Community banks will soon have a new way to lend to each other, though it is unclear how eager they might be to participate.

The Chicago Board Options Exchange announced plans last week to create an interbank lending market for small and midsize banks. The American Financial Exchange, or AFX, will allow banks to lend and borrow directly — a method similar to the federal funds market, absent brokers or intermediaries.

The AFX, a partnership between the Chicago Board Options Exchange and Environmental Financial Products, is designed to offer a new liquidity option for the industry's smallest players. But it will likely be an uphill battle to convince bankers of the market's potential upside, several industry experts said.

"It's just not clear to me what the problem is" with the existing market, said Robert Chirinko, a finance professor at the University of Illinois at Chicago. "The federal funds market exists … and banks of all sizes participate in that."

The timing of the exchange's launch is notable, given lingering uncertainty over a possible rise in interest rates. The Federal Reserve is set to make an announcement on rates Thursday, and predictions about a short-term rate hike are mixed.

"There's just so much uncertainty," said Lamont Black, a finance professor at DePaul University in Chicago, discussing broader market trends.

Richard Sandor, an economist and head of Environmental Financial Products, said he believes the timing is right to get a foothold in an interbank loan market that has "gone quiescent" since the recession. "This is a propitious moment to really launch something that will help banks with their asset management," he added during a recent conference call.

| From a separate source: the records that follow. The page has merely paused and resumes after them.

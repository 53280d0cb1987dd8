"""Names beside markers: none over another, none nearer to a stranger's marker; a name farther off has a thin line to its own.

Every name has a hundred possible places. They are given out greedily in several orders, and the order that costs least is kept.
"""

from collections.abc import Iterator, Sequence
from dataclasses import dataclass
from typing import Any

import numpy as np
from matplotlib.axes import Axes
from matplotlib.patheffects import withStroke
from matplotlib.text import Annotation
from matplotlib.transforms import Bbox
from numpy.typing import NDArray

from massfingerprint.figures.look import INK, PAPER, SMALL_SIZE

Array = NDArray[np.float64]
Flags = NDArray[np.bool_]
MARKER = 3.6  # points
MOST = 25
_STEPS = (4.5, 10.0, 17.0, 26.0, 38.0, 52.0, 70.0, 95.0)  # points from the marker
_TURNS = (0.0, 180.0, 45.0, -45.0, 135.0, -135.0, 90.0, -90.0, 22.5, -22.5, 157.5, -157.5, 67.5, -67.5, 112.5, -112.5)
_STEP, _TURN = (grid.ravel() for grid in np.meshgrid(_STEPS, np.deg2rad(_TURNS), indexing="ij"))
_WAY = np.column_stack([np.cos(_TURN), np.sin(_TURN)])
_SIDE = np.where(_WAY > 0.3, 0.0, np.where(_WAY < -0.3, -1.0, -0.5))  # which end of the name is at the place
_FAR = 9.0  # points beyond which a line is drawn
_STRANGER = 60.0  # points farther that a name may go rather than be nearer to another marker
_AGAIN = 6  # attempts from one order
_NOWHERE = 1e4  # points that no place at all is worth


@dataclass(frozen=True)
class _Places:
    """Possible places of one name, in pixels: boxes (n, 4), whether lined (n), ends of lines (n, 2), cost (n), inf: not free."""

    spot: Array
    boxes: Array
    lined: Flags
    ends: Array
    cost: Array


def place_labels(axes: Axes, names: Sequence[str], points: Array, *, taken: Sequence[Bbox] = ()) -> list[Bbox]:
    """Mark points and name them.

    Parameters
    ----------
    axes : Axes
        Of a figure that can be measured; names stay inside it.
    names : sequence of str
        In order of importance; the first 25 are named.
    points : (n, 2) array
        Data coordinates.
    taken : sequence of Bbox
        Display boxes that must stay free.

    Returns
    -------
    list of Bbox
        Display boxes of the names that found a place; every marker is drawn.
    """
    look: dict[str, Any] = {"markersize": MARKER, "color": INK, "markeredgecolor": PAPER, "markeredgewidth": 0.6}
    axes.plot(*points.T, linestyle="none", marker="o", zorder=6, gid="sites", **look)
    dot = float(axes.figure.dpi) / 72.0  # pixels a point
    spots = axes.transData.transform(points)
    half = 0.5 * MARKER * dot
    busy = np.vstack([np.column_stack([spots - half, spots + half]), *(box.extents for box in taken)])
    texts = [_text(axes, name, point) for name, point in zip(names[:MOST], points, strict=False)]
    choices = [_places(text, number, spots, busy, dot) for number, text in enumerate(texts)]
    best = min(_attempts(choices, spots[:MOST]), key=lambda found: _cost(choices, found))
    for number, text in enumerate(texts):
        if number in best:
            _settle(text, choices[number], best[number], dot)
        else:
            text.remove()
    return [Bbox.from_extents(*choices[number].boxes[place]) for number, place in best.items()]


def _text(axes: Axes, name: str, point: Array) -> Annotation:
    halo = [withStroke(linewidth=1.8, foreground=PAPER)]
    more: dict[str, Any] = {"fontsize": SMALL_SIZE, "zorder": 7, "path_effects": halo, "gid": "site name"}
    return axes.annotate(name, (float(point[0]), float(point[1])), (0.0, 0.0), textcoords="offset points", **more)


def _places(text: Annotation, number: int, spots: Array, busy: Array, dot: float) -> _Places:
    """Where a name may stand as far as markers and what is taken go."""
    spot, size = spots[number], np.asarray(text.get_window_extent().size) + 2.0 * dot
    low = spot + dot * _STEP[:, None] * _WAY + _SIDE * size
    boxes = np.hstack([low, low + size])
    gap = np.maximum(boxes[:, None, :2] - spots, spots - boxes[:, None, 2:]).clip(min=0.0)
    away = np.hypot(gap[..., 0], gap[..., 1])
    stranger = (np.delete(away, number, axis=1) < away[:, [number]] + dot).any(axis=1)
    lined = (_STEP > _FAR) | stranger
    ends = np.where(lined[:, None], np.clip(spot, boxes[:, :2], boxes[:, 2:]), spot)
    frame = text.axes.bbox.extents  # type: ignore[union-attr]
    free = (boxes[:, :2] >= frame[:2]).all(axis=1) & (boxes[:, 2:] <= frame[2:]).all(axis=1)
    # a line cannot keep clear of markers that its own one overlaps
    apart = np.delete(busy, np.flatnonzero(np.hypot(*(spots - spot).T) < MARKER * dot), axis=0)
    free &= ~(_meet(boxes, busy).any(axis=1) | _cut(spot[None], ends, apart).any(axis=1))
    return _Places(spot, boxes, lined, ends, np.where(free, _STEP + _STRANGER * stranger, np.inf))


def _attempts(choices: Sequence[_Places], spots: Array) -> Iterator[dict[int, int]]:
    """Places given out in each order, and again with those first that had found none."""
    for order in _orders(spots):
        for _ in range(_AGAIN):
            found = _given_out(choices, order)
            yield found
            missed = np.array([number not in found for number in order])
            if not missed.any():
                break
            order = np.concatenate([order[missed], order[~missed]])  # noqa: PLW2901


def _orders(spots: Array) -> Iterator[NDArray[np.intp]]:
    """As given; those with near neighbours first; from each side of the map."""
    apart = np.hypot(*(spots[:, None] - spots[None]).transpose(2, 0, 1)) + np.diag(np.full(len(spots), np.inf))
    yield np.arange(len(spots))
    for by in (apart.min(axis=1, initial=np.inf), spots[:, 0], -spots[:, 0], spots[:, 1], -spots[:, 1]):
        yield np.argsort(np.round(by, 3), kind="stable")


def _given_out(choices: Sequence[_Places], order: NDArray[np.intp]) -> dict[int, int]:
    """Place of each name that finds one, when they choose in an order."""
    found: dict[int, int] = {}
    for number in map(int, order):
        mine = choices[number]
        cost = mine.cost.copy()
        if found:
            there = [(choices[other], place) for other, place in found.items()]
            boxes = np.array([one.boxes[place] for one, place in there])
            starts, ends = np.array([one.spot for one, _ in there]), np.array([one.ends[place] for one, place in there])
            hit = _meet(mine.boxes, boxes) | _cut(mine.spot[None], mine.ends, boxes)
            hit |= _cut(starts, ends, mine.boxes).T | _cross(mine.spot, mine.ends, starts, ends)
            cost[hit.any(axis=1)] = np.inf
        best = int(np.argmin(cost))
        if np.isfinite(cost[best]):
            found[number] = best
    return found


def _cost(choices: Sequence[_Places], found: dict[int, int]) -> float:
    missed = len(choices) - len(found)
    return _NOWHERE * missed + float(sum(choices[number].cost[place] for number, place in found.items()))


def _meet(boxes: Array, others: Array) -> Flags:
    """Whether boxes (n, 4) and others (m, 4) share anything, (n, m)."""
    return np.asarray(((boxes[:, None, :2] < others[:, 2:]) & (boxes[:, None, 2:] > others[:, :2])).all(axis=2))


def _cut(starts: Array, ends: Array, boxes: Array) -> Flags:
    """Whether lines from starts (n or 1, 2) to ends (n, 2) run through boxes (m, 4), (n, m); a line without length does not."""
    way = (ends - starts)[:, None]
    with np.errstate(divide="ignore", invalid="ignore"):
        one, two = (boxes[:, :2] - starts[:, None]) / way, (boxes[:, 2:] - starts[:, None]) / way
    enter, leave = np.fmin(one, two).max(axis=2), np.fmax(one, two).min(axis=2)
    return (np.maximum(enter, 0.0) < np.minimum(leave, 1.0)) & way.any(axis=2)


def _cross(start: Array, ends: Array, others: Array, other_ends: Array) -> Flags:
    """Whether lines from a start (2) to ends (n, 2) cross lines from others (m, 2) to their ends (m, 2), (n, m)."""

    def turn(way: Array, of: Array) -> Array:
        return np.asarray(way[..., 0] * of[..., 1] - way[..., 1] * of[..., 0])

    way, line = (ends - start)[:, None], other_ends - others
    sides = turn(line, start - others) * turn(line, ends[:, None] - others)
    return (sides < 0.0) & (turn(way, others - start) * turn(way, other_ends - start) < 0.0)


def _settle(text: Annotation, places: _Places, place: int, dot: float) -> None:
    """Move a name to a place; far from its marker with a thin line that a pale rim shows on dark colours."""
    x, y = _STEP[place] * _WAY[place]
    text.set_position((float(x), float(y)))
    across, up = _SIDE[place]
    text.set_horizontalalignment("left" if across == 0.0 else "right" if across == -1.0 else "center")
    text.set_verticalalignment("bottom" if up == 0.0 else "top" if up == -1.0 else "center")
    if places.lined[place]:
        rim = [withStroke(linewidth=1.6, foreground=PAPER)]
        line = {"arrowstyle": "-", "linewidth": 0.5, "color": INK, "shrinkA": 0.0, "shrinkB": 0.0, "path_effects": rim}
        x, y = (places.ends[place] - places.spot) / dot
        words: dict[str, Any] = {"textcoords": "offset points", "arrowprops": line, "zorder": 5.5, "gid": "site line"}
        text.axes.annotate("", text.xy, (float(x), float(y)), **words)  # type: ignore[union-attr]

Weekly interbank lending volume has plunged in recent years, totaling $62 billion on Sept. 2, according to Fed data. Volume peaked at $492 billion in September 2008 and was as high as $191 billion in December 2010.

The exchange's founders plan to announce an official opening date by the end of this month. It will initially target roughly 1,700 banks with $500 million to $125 billion in assets.

"They're the ones that finance the Caterpillar tractors, housing and lots of other industrial products," Sandor said.

Most bankers contacted by American Banker declined to discuss the program, with some saying it was too premature to comment.

The exchange's appeal is tied to how the short-term lending market has changed since the financial crisis, said Bill Sirakos, head of capital markets at Cullen/Frost Bankers in San Antonio. Sirakos, who oversees the $28 billion-asset company's Fed funds desk, was involved in the exchange's design.

"Nobody was extending credit," Sirakos said, noting that he routinely had banks cut off during the crisis as Frost bulked up its own reserves. When the Fed began paying 25 basis points on excess reserves, Frost put its extra cash in an excess balance account. The company has yet to withdraw any of the funds, he said.

"The system is so flooded with reserves," he said.

While interbank lending volume remains low, the AFX could have an immediate appeal to banks with strong lending growth, Sirakos said. It could also attract small banks looking for a cheaper way to participate in the interbank market.

The AFX will be a self-regulated market, Edward Tilly, the Chicago Board Options Exchange's chief executive, said during a conference call, adding that the exchange will operate outside of the purview of the Securities and Exchange Commission and the Commodity Futures Trading Commission.

The Chicago Board Options Exchange will provide "electronic surveillance" to ensure that participants adhere to its rulebook, Tilly said.

The AFX will develop a new interest rate benchmark. The rate — Ameribor — will be determined by weekly auctions, which will begin in the fourth quarter. The benchmark could provide an alternative for Libor, which has attracted widespread criticism after the 2012 rate-fixing scandal, Sirakos said.

"If you look at Libor, that's what it was supposed to be, until all of that hanky-panky got started," Sirakos said.

The new benchmark could create challenges for participating banks. It could create the potential for interest rate risk, or it could be intimidating for bankers who aren't interested in changing the way they do business, Black said.

"The question is how suspicious are smaller banks of Libor and the broader interbank market?" Black said. "How much are they willing to pay for a greater sense of comfort?"

Still, AFX executives sound optimistic. Plans are in place to create futures contracts on the exchange — similar to how Chicago Board Options Exchange developed the VIX market. In the meantime, bankers can expect to hear more about the exchange in coming months at events ranging from annual conventions to university lectures.

"We hope … to create benchmarks that are reliable and that are determined by the forces of supply and demand," Sandor said. "Somewhere in this world that we're living in, there will be some bank that will use these tools for asset liability management."